Figure 8. A bar chart demonstrating participants’ performance on the open responses retention test organized by condition. Higher scores indicate better performance and the maximum possible score is 22.

Exploratory Analyses

Additional analyses were conducted to explore mechanisms by which drawing might enhance learning. We examined reading time, cognitive load, condition enjoyment, and word count:

Discussion

Our findings demonstrate that drawing can enhance recall of theoretical scientific concepts, with the drawing condition outperforming other groups on open-response retention tests. However, this advantage did not extend to multiple-choice or transfer tests. These results challenge previous research suggesting that instructor-guided visualization is more effective for retention. The improved performance may be partly attributed to increased engagement time, as suggested by our exploratory analyses of reading time and germane load.

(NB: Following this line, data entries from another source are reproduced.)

import { useMemo, useState } from "react";
import { Controller, useFieldArray, useForm, useWatch, type Control, type FieldErrors, type Path, type UseFormRegister } from "react-hook-form";
import { zodResolver } from "@hookform/resolvers/zod";
import type { z } from "zod";
import { ArrowDown, ArrowUp, Plus, Trash2 } from "lucide-react";
import {
  computeQuoteTotals,
  formatCents,
  QUOTE_LINE_KIND_LABELS,
  TAXABLE_KINDS,
  type QuoteLine,
  type QuoteLineKind,
  type TaxableKind,
} from "@shared/quote/index";
import { QUOTE_LINE_KIND_HINT, updateQuoteInputSchema, type QuoteDetailDto, type QuoteVersionDto } from "@shared/schemas/quote.schema";
import { applyServerErrors } from "@/lib/form-errors";
import { Alert } from "@/components/ui/alert";
import { LeaveGuard } from "@/components/ui/leave-guard";
import { Button } from "@/components/ui/button";
import { MultiChoice, SingleChoice } from "@/components/ui/choice-group";
import { MoneyField } from "@/components/ui/form/money-field";
import { SelectField } from "@/components/ui/form/select-field";
import { TextField } from "@/components/ui/form/text-field";
import { TextareaField } from "@/components/ui/form/textarea-field";
import { Panel } from "@/components/ui/panel";
import { cn } from "@/utils/cn";
import { QuoteTotalsList } from "./quote-totals";
import { emptyToNull } from "@/lib/form-values";

type FormIn = z.input<typeof updateQuoteInputSchema>;
type FormOut = z.output<typeof updateQuoteInputSchema>;
type LineIn = NonNullable<FormIn["lines"]>[number];

const KIND_TONE: Record<QuoteLineKind, string> = {
  labour: "bg-ink-50 text-ink-800 ring-ink-200",
  materials: "bg-candy-50 text-candy-800 ring-candy-200",
  supplies: "bg-flake-50 text-flake-800 ring-flake-300",
  sublet: "bg-teal-50 text-teal-900 ring-teal-300",
  discount: "bg-emerald-50 text-emerald-900 ring-emerald-300",
};

function toFormValues(v: QuoteVersionDto, editVersion: number): FormIn {
  return {
    editVersion,
    lines: v.lines.map((l) => ({ ...l })),
    taxPercent: v.taxPercent,
    taxedKinds: v.taxedKinds,
    taxRounding: v.taxRounding,
    depositPercent: v.depositPercent,
    validUntil: v.validUntil,
    intro: v.intro ?? "",
    terms: v.terms ?? "",
    finishText: v.finishText ?? "",
  };
}

const asNumber = (v: unknown): number | null => {
  if (v === "" || v == null) return null;
  const n = typeof v === "number" ? v : Number(String(v).replace(/,/g, ""));
  return Number.isFinite(n) ? n : null;
};

/** What the form holds (strings while typing) as lines the shared totals function can read. */
function previewLine(l: LineIn): QuoteLine {
  return {
    kind: l.kind,
    description: l.description ?? "",
    hours: asNumber(l.hours),
    rateCents: asNumber(l.rateCents),
    costCents: asNumber(l.costCents),
    markupPercent: asNumber(l.markupPercent),
    basis: l.basis ?? null,
    percent: asNumber(l.percent),
    amountCents: asNumber(l.amountCents),
  };
}

function newLine(kind: QuoteLineKind, defaults: { rateCents: number; markupPercent: number; suppliesPercent: number }): LineIn {
  switch (kind) {
    case "labour":
      return { kind, description: "", hours: "", rateCents: defaults.rateCents };
    case "materials":
      return { kind, description: "", costCents: null, markupPercent: defaults.markupPercent };
    case "supplies":
      return { kind, description: "Shop supplies", basis: "percent", percent: defaults.suppliesPercent };
    case "sublet":
      return { kind, description: "", amountCents: null };
    case "discount":
      return { kind, description: "Discount", basis: "fixed", amountCents: null };
  }
}


/**
 * The draft editor: lines by kind, tax and deposit, validity and the words the customer reads, with the totals
 * recomputed as you type by the same shared function the server stores them with.
 */
export function QuoteEditor({
  quote,
  onSave,
  busy,
  actions,
}: {
  quote: QuoteDetailDto;
  /** Saves the whole draft; rejects with the API error. Resolves with the saved quote. */
  onSave: (values: FormOut) => Promise<QuoteDetailDto>;
  busy?: boolean;
  /** Extra buttons beside Save (they get `save` to store unsaved edits first). */
  actions?: (save: () => Promise<boolean>, dirty: boolean) => React.ReactNode;
}) {
  const v = quote.current;
  const defaults = useMemo(() => {
    const labour = v.lines.find((l) => l.kind === "labour");
    const mat = v.lines.find((l) => l.kind === "materials");
    const sup = v.lines.find((l) => l.kind === "supplies" && l.basis === "percent");
    return { rateCents: labour?.rateCents ?? 9500, markupPercent: mat?.markupPercent ?? 30, suppliesPercent: sup?.percent ?? 8 };
  }, [v.lines]);
  const [problem, setProblem] = useState<string | null>(null);
  const form = useForm<FormIn, unknown, FormOut>({ resolver: zodResolver(updateQuoteInputSchema), defaultValues: toFormValues(v, quote.editVersion) });
  const {
    control,
    register,
    handleSubmit,
    setError,
    reset,
    formState: { errors, isSubmitting, isDirty },
  } = form;
  const lines = useFieldArray({ control, name: "lines" });
  const watched = useWatch({ control });
  const totals = useMemo(
    () =>
      computeQuoteTotals((watched.lines ?? []).map((l) => previewLine(l as LineIn)), {
        taxPercent: asNumber(watched.taxPercent) ?? 0,
        taxedKinds: (watched.taxedKinds ?? []) as TaxableKind[],
        depositPercent: asNumber(watched.depositPercent) ?? 0,
        taxRounding: watched.taxRounding ?? "invoice",
      }),
    [watched],
  );

  const fieldNames = (): Path<FormIn>[] => [
    "lines",
    "taxPercent",
    "taxedKinds",
    "taxRounding",
    "depositPercent",
    "validUntil",
    "intro",
    "terms",
    "finishText",
    ...lines.fields.flatMap((_f, i) => ["kind", "description", "hours", "rateCents", "costCents", "markupPercent", "basis", "percent", "amountCents"].map((k) => `lines.${i}.${k}` as Path<FormIn>)),
  ];

  const save = (): Promise<boolean> =>
    new Promise((resolve) => {
      void handleSubmit(
        async (values) => {
          setProblem(null);
          try {
            // The version on screen now (it moves on when someone else saved and the quote was refetched).
            const saved = await onSave({ ...values, editVersion: quote.editVersion });
            reset(toFormValues(saved.current, saved.editVersion));
            resolve(true);
          } catch (error) {
            setProblem(applyServerErrors(error, setError, fieldNames()));
            resolve(false);
          }
        },
        () => {
          setProblem("Check the highlighted fields.");
          resolve(false);
        },
      )();
    });

  return (
    <form
      noValidate
      onSubmit={(e) => {
        e.preventDefault();
        void save();
      }}
      className="grid gap-6 xl:grid-cols-[minmax(0,1fr)_22rem]"
    >
      <div className="flex min-w-0 flex-col gap-6">
        <LeaveGuard when={isDirty && !isSubmitting} what="this quote" onSave={save} />
        {problem ? <Alert tone="error">{problem}</Alert> : null}
        <Panel title="Lines" titleId="quote-lines-heading">
          {errors.lines?.message || errors.lines?.root?.message ? (
            <Alert tone="error" className="mb-4">
              {errors.lines?.message ?? errors.lines?.root?.message}
            </Alert>
          ) : null}
          {lines.fields.length === 0 ? <p className="mb-4 text-sm text-primer-700">No lines yet. Add labour, materials and supplies below.</p> : null}
          <ol className="flex flex-col gap-3">
            {lines.fields.map((field, i) => (
              <LineRow
                key={field.id}
                index={i}
                count={lines.fields.length}
                control={control}
                register={register}
                errors={errors}
                amountCents={totals.lines[i]?.amountCents ?? 0}
                taxed={totals.lines[i]?.taxed ?? false}
                onRemove={() => lines.remove(i)}
                onMove={(to) => lines.move(i, to)}
              />
            ))}
          </ol>
          <div className="mt-4 flex flex-wrap gap-2" role="group" aria-label="Add a line">
            {(Object.keys(QUOTE_LINE_KIND_LABELS) as QuoteLineKind[]).map((kind) => (
              <Button key={kind} variant="secondary" size="sm" icon={<Plus aria-hidden className="size-4" />} onClick={() => {
                  // Keep the usual order: labour, materials, supplies, sublet, discount.
                  const order = Object.keys(QUOTE_LINE_KIND_LABELS) as QuoteLineKind[];
                  const kinds = (watched.lines ?? []).map((l) => l?.kind as QuoteLineKind);
                  const after = kinds.findIndex((k) => order.indexOf(k) > order.indexOf(kind));
                  if (after < 0) lines.append(newLine(kind, defaults));
                  else lines.insert(after, newLine(kind, defaults));
                }} title={QUOTE_LINE_KIND_HINT[kind]}>
                Add {QUOTE_LINE_KIND_LABELS[kind].toLowerCase()}
              </Button>
            ))}
          </div>
        </Panel>

        <Panel title="For the customer" titleId="quote-words-heading">
          <div className="flex flex-col gap-5">
            <TextareaField
              label="The finish in plain words"
              rows={2}
              hint="Filled from the finish plan; say it the way the customer will understand it."
              error={errors.finishText?.message}
              {...register("finishText")}
            />
            <TextareaField label="Message at the top of the quote" rows={3} error={errors.intro?.message} {...register("intro")} />
            <TextareaField label="Terms" rows={3} error={errors.terms?.message} {...register("terms")} />
          </div>
        </Panel>
      </div>

      <div className="flex flex-col gap-6">
        <Panel title="Totals" titleId="quote-totals-heading">
          <QuoteTotalsList
            live
            totals={totals}
            taxPercent={asNumber(watched.taxPercent) ?? 0}
            taxedKinds={(watched.taxedKinds ?? []) as TaxableKind[]}
            depositPercent={asNumber(watched.depositPercent) ?? 0}
          />
          <p className="mt-3 text-xs text-primer-700">Whole cents; each fraction rounded half-up once. Tax is rounded {watched.taxRounding === "line" ? "per taxed line" : "once on the whole quote"}.</p>
        </Panel>
        <Panel title="Tax, deposit and validity" titleId="quote-terms-heading">
          <div className="flex flex-col gap-5">
            <div className="grid grid-cols-2 gap-4">
              <TextField label="Sales tax (%)" inputMode="decimal" error={errors.taxPercent?.message} {...register("taxPercent", { setValueAs: emptyToNull })} />
              <TextField label="Deposit (%)" inputMode="decimal" error={errors.depositPercent?.message} {...register("depositPercent", { setValueAs: emptyToNull })} />
            </div>
            <Controller
              control={control}
              name="taxedKinds"
              render={({ field }) => (
                <MultiChoice
                  label="Tax applies to"
                  options={TAXABLE_KINDS.map((k) => ({ value: k, label: QUOTE_LINE_KIND_LABELS[k] }))}
                  value={(field.value ?? []) as TaxableKind[]}
                  onChange={field.onChange}
                />
              )}
            />
            <Controller
              control={control}
              name="taxRounding"
              render={({ field }) => (
                <SingleChoice
                  label="Round the tax"
                  options={[
                    { value: "invoice", label: "Once per quote" },
                    { value: "line", label: "Per line" },
                  ]}
                  value={field.value ?? "invoice"}
                  onChange={field.onChange}
                />
              )}
            />
            <TextField label="Valid until" type="date" error={errors.validUntil?.message} {...register("validUntil")} />
          </div>
        </Panel>
        <div className="flex flex-wrap gap-2">
          <Button type="submit" size="lg" pending={isSubmitting || busy} disabled={!isDirty}>
            {isDirty ? "Save draft" : "Saved"}
          </Button>
          {actions?.(save, isDirty)}
        </div>
      </div>
    </form>
  );
}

Two key limitations warrant consideration. First, the laboratory setting may not accurately represent authentic learning environments where students are intrinsically motivated to learn, rather than participating for course credit. Second, certain visualization tasks may have inadvertently discouraged engagement—participants in the study condition could passively scan illustrations, while those in the complete condition reported finding the task confusing or elementary.

Future research should examine these visualization strategies in actual classroom settings, particularly in advanced science courses where abstract concepts are regularly taught. This would provide more ecological validity and help determine the practical effectiveness of drawing as a learning strategy in authentic educational contexts.

Acknowledgments

This research, conducted as an honors thesis at the Learning and Instruction in Multimedia Environments (LIME) Lab at UC San Diego (2018-2020), was made possible through the support of several individuals and organizations. I am particularly thankful to Dr. Geller for her exceptional mentorship, intellectual guidance, and continuous support throughout this project. Her insights significantly shaped both this research and my professional development.

I also gratefully acknowledge the contributions of the LIME Lab members, whose constructive feedback during lab meetings and experimental design phases strengthened this work considerably. Special thanks to the UC San Diego Psychology Subject Pool for facilitating participant recruitment, and to all the students who participated in this study.